The course of treatment for the porcelain gallbladder is the complete removal, due to the increased risk for gallbladder cancer. The procedure – cholecystectomy – is performed with the help of imaging studies. These are performed before and during the procedure, revealing the structure of the biliary tree and guiding the surgeon in performing the removal of the gallbladder. The cholecystectomy can be performed through the traditional, open approach or using laparoscopy, with microsurgical instruments and video guidance. It is possible that the anatomy and consistency of the gallbladder will complicate the laparoscopic intervention, requiring a switch to the open approach in the end.

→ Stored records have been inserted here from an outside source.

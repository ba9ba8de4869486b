//! Natural modes: read from a brief, and told between the arrays and the end of a state.

use ropewalk_api::ropewalk::v1;
use ropewalk_numerics::brief::ModesGiven;
use ropewalk_numerics::model::{NodeId, SegmentId};
use ropewalk_numerics::motion::MassGiven;
use serde_json::{Value, json};
use v1::run_response::Event;
use v1::state_modes::Part;

use crate::briefs::{changed, errors, first_net, reading, terrace, work};
use crate::results::run;

fn asking(base: Value, modes: Value) -> Value {
    changed(base, &[("/modes", modes)])
}

#[test]
fn states_masses_and_limits_reach_the_work() {
    let default = ModesGiven {
        cases: vec![0, 1, 2],
        ..ModesGiven::default()
    };
    assert_eq!(
        (default.count, default.wind_study_below, default.flexible_below),
        (6, 5.0, 1.0)
    );
    for (modes, wanted) in [
        (json!({}), default.clone()),
        (
            json!({"about": ["iced"], "count": 100, "wind_study_below_hz": 0.5, "note": "for the file"}),
            ModesGiven {
                reference: false,
                cases: vec![1],
                count: 100,
                wind_study_below: 0.5,
                flexible_below: 0.5,
                ..default.clone()
            },
        ),
        (
            json!({"about": ["reference"], "wind_study_below_hz": 3, "flexible_below_hz": 2, "count": 1}),
            ModesGiven {
                cases: Vec::new(),
                count: 1,
                wind_study_below: 3.0,
                flexible_below: 2.0,
                ..default.clone()
            },
        ),
    ] {
        assert_eq!(work(&asking(terrace(), modes)).brief.modes, Some(wanted));
    }
    assert_eq!(work(&terrace()).brief.modes, None);
    let added = json!([
        {"on": ["m"], "mass_kg": 12.5},
        {"on": ["carrying"], "mass_per_length_kg_per_m": 0.75, "note": "ice that stays"}
    ]);
    let net = work(&first_net()).brief.net;
    let m = net
        .nodes()
        .iter()
        .position(|node| node.name == "m")
        .expect("the crossing");
    let carrying = net
        .cables()
        .iter()
        .find(|cable| cable.name == "carrying")
        .expect("a cable")
        .segments
        .clone();
    let given = work(&asking(first_net(), json!({"added": added})))
        .brief
        .modes
        .expect("modes");
    assert_eq!(
        given.masses,
        MassGiven {
            nodes: vec![(NodeId::new(m), 12.5)],
            segments: carrying.map(|segment| (SegmentId::new(segment), 0.75)).collect(),
            ..MassGiven::default()
        }
    );
}

#[test]
fn bad_names_and_numbers_are_told() {
    for (modes, reason, path) in [
        (json!({"about": ["snowd"]}), "UNKNOWN_ID", "modes.about[0]"),
        (json!({"about": ["iced", "iced"]}), "REPEATED_IN_LIST", "modes.about[1]"),
        (json!({"count": 0}), "OUT_OF_RANGE", "modes.count"),
        (json!({"count": 101}), "OUT_OF_RANGE", "modes.count"),
        (
            json!({"air_mass_kg_per_m2": -1}),
            "NEGATIVE",
            "modes.air_mass_kg_per_m2",
        ),
        (
            json!({"air_mass_kg_per_m2": "NaN"}),
            "NOT_FINITE",
            "modes.air_mass_kg_per_m2",
        ),
        (
            json!({"wind_study_below_hz": -5}),
            "NEGATIVE",
            "modes.wind_study_below_hz",
        ),
        (
            json!({"flexible_below_hz": "Infinity"}),
            "NOT_FINITE",
            "modes.flexible_below_hz",
        ),
        (
            json!({"flexible_below_hz": 6}),
            "OUT_OF_RANGE",
            "modes.flexible_below_hz",
        ),
        (json!({"added": [{"on": ["m"]}]}), "MISSING", "modes.added[0]"),
        (
            json!({"added": [{"mass_kg": 1}]}),
            "COVERS_NOTHING",
            "modes.added[0].on",
        ),
        (
            json!({"added": [{"on": ["m"], "mass_kg": -1}]}),
            "NEGATIVE",
            "modes.added[0].mass_kg",
        ),
        (
            json!({"added": [{"on": ["mm"], "mass_kg": 1}]}),
            "UNKNOWN_ID",
            "modes.added[0].on[0]",
        ),
        (
            json!({"added": [{"on": ["carrying"], "mass_kg": 1}]}),
            "WRONG_KIND",
            "modes.added[0].on[0]",
        ),
        (
            json!({"added": [{"on": ["m"], "mass_per_length_kg_per_m": 1}]}),
            "WRONG_KIND",
            "modes.added[0].on[0]",
        ),
        (
            json!({"added": [{"on": ["carrying"], "mass_per_area_kg_per_m2": 1}]}),
            "WRONG_KIND",
            "modes.added[0].on[0]",
        ),
    ] {
        let about = modes.get("about").is_some();
        let reading = reading(&asking(if about { terrace() } else { first_net() }, modes));
        let found = reading.findings.iter().find(|f| f.reason == reason && f.path == path);
        assert!(
            found.is_some_and(|f| !f.cure.is_empty()),
            "{reason} {path}: {:#?}",
            reading.findings
        );
        assert!(reason == "REPEATED_IN_LIST" || errors(&reading).count() == 1);
    }
    let reading = reading(&asking(first_net(), json!({"air_mass_kg_per_m2": 1})));
    assert!(
        reading
            .findings
            .iter()
            .any(|f| f.reason == "DATA_NOT_USED" && f.path == "modes.air_mass_kg_per_m2")
    );
}

/// Parts of the modes of a state, and its array of shapes, which lie between its beginning and its end.
fn parts(events: &[Event], case: &str) -> (Vec<Part>, Option<v1::Columns>) {
    let mut open = None;
    let (mut parts, mut shapes) = (Vec::new(), None);
    for event in events {
        match event {
            Event::CaseBegin(begin) => open = Some(begin.case.clone()),
            Event::CaseSummary(_) => open = None,
            Event::Modes(part) => {
                assert_eq!(open.as_deref(), Some(part.case.as_str()));
                if part.case == case {
                    parts.extend(part.part.clone());
                }
            }
            Event::Columns(columns) if columns.name == "mode_shape" && columns.case == case => {
                shapes = Some(columns.clone());
            }
            _ => {}
        }
    }
    (parts, shapes)
}

/// The crossing of two ropes has three directions and so three modes, however many are asked for.
#[test]
fn the_minimal_draft_has_three_modes() {
    let massive = changed(first_net(), &[("/net/sections/0/mass_kg_per_m", json!(0.5))]);
    let work = work(&asking(massive, json!({"count": 9})));
    let events = run(&work, &[0]);
    for case in ["reference", "full-snow"] {
        let (parts, shapes) = parts(&events, case);
        let Part::Found(found) = &parts[0] else {
            panic!("{parts:#?}")
        };
        assert_eq!((found.modes, found.counted, found.complete), (3, Some(3), true));
        assert!(found.unsymmetric_share.is_none() && found.orthogonality < 1e-12);
        let mut effective = [0.0; 3];
        let mut last = 0.0;
        for (number, part) in parts[1..].iter().enumerate() {
            let Part::Mode(mode) = part else { panic!("{parts:#?}") };
            assert_eq!(
                (mode.number, mode.kind()),
                (u32::try_from(number).unwrap(), v1::ModeKind::Vibrates)
            );
            assert!(mode.frequency_hz >= last && mode.residual < 1e-9);
            assert_eq!(mode.nodes, ["m"]);
            last = mode.frequency_hz;
            effective
                .iter_mut()
                .zip(&mode.effective_mass_kg)
                .for_each(|(sum, mass)| *sum += mass);
        }
        assert_eq!(parts.len(), 4);
        for (sum, moving) in effective.iter().zip(&found.moving_mass_kg) {
            assert!(*moving > 0.0 && (sum - moving).abs() <= 1e-12 * moving);
        }
        let shapes = shapes.expect("shapes");
        assert_eq!(
            (shapes.over(), shapes.components, shapes.values.len()),
            (v1::Range::Node, 9, 45)
        );
    }
}

/// Without any mass there is nothing to vibrate: an error says so, and how to mend it.
#[test]
fn a_net_without_mass_has_no_modes() {
    let massless = changed(first_net(), &[("/net/sections/0/mass_kg_per_m", json!(0))]);
    let events = run(&work(&asking(massless, json!({"about": ["reference"]}))), &[0]);
    assert_eq!(parts(&events, "reference"), (Vec::new(), None));
    let told = events.iter().find_map(|event| match event {
        Event::Finding(finding) if finding.reason == "NO_MODES" => Some(finding),
        _ => None,
    });
    let told = told.expect("an error");
    assert_eq!(
        (told.case.as_str(), told.severity()),
        ("reference", v1::FindingSeverity::Error)
    );
    assert!(told.message.contains("mass") && told.cure.contains("mass"), "{told:#?}");
}

/// A lowest frequency below a limit asks for a study of the wind, and the brief may accept that.
#[test]
fn a_low_frequency_asks_for_a_study() {
    let heavy = |limits: [f64; 2], accepted: Value| {
        let modes = json!({
            "about": ["reference"], "added": [{"on": ["m"], "mass_kg": 4000}],
            "wind_study_below_hz": limits[0], "flexible_below_hz": limits[1]
        });
        let brief = changed(asking(first_net(), modes), &[("/accepted", accepted)]);
        let events = run(&work(&brief), &[0]);
        let (parts, _) = parts(&events, "reference");
        let Part::Found(found) = &parts[0] else {
            panic!("{parts:#?}")
        };
        let told = events.into_iter().find_map(|event| match event {
            Event::Finding(finding) if finding.reason == "LOW_FREQUENCY" => Some(finding),
            _ => None,
        });
        (found.lowest_frequency_hz.expect("a frequency"), told)
    };
    let (lowest, _) = heavy([5.0, 1.0], json!([]));
    assert_eq!(heavy([0.9 * lowest, 0.0], json!([])).1, None);
    let told = heavy([1.1 * lowest, 0.9 * lowest], json!([])).1.expect("a doubt");
    assert_eq!((told.severity(), told.id.as_str()), (v1::FindingSeverity::Doubt, "m"));
    assert!(!told.message.contains("flexible") && told.accepted_note.is_empty());
    let accepted = json!([{"reason": "LOW_FREQUENCY", "on": "m", "note": "wind tunnel"}]);
    let told = heavy([1.2 * lowest, 1.1 * lowest], accepted).1.expect("a doubt");
    assert!(
        told.message.contains("flexible") && told.accepted_note == "wind tunnel",
        "{told:#?}"
    );
}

Upon intervening surgically to remove the porcelain gallbladder, the surgeon will notice the blue discoloration, as well as the brittle consistency of the gallbladder wall. All of these changes are due to the extensive calcium encrustation that occurs at the level of the gallbladder wall. The surgical intervention should not be eliminated as a course of treatment, just because the patient is asymptomatic (the risk of developing gallbladder cancer is just as high in these patients).

After the porcelain gallbladder is removed, a sample will be sent to the laboratory for the routine histopathological examination. This examination will demonstrate whether the gallbladder presented a neoplasm component or not.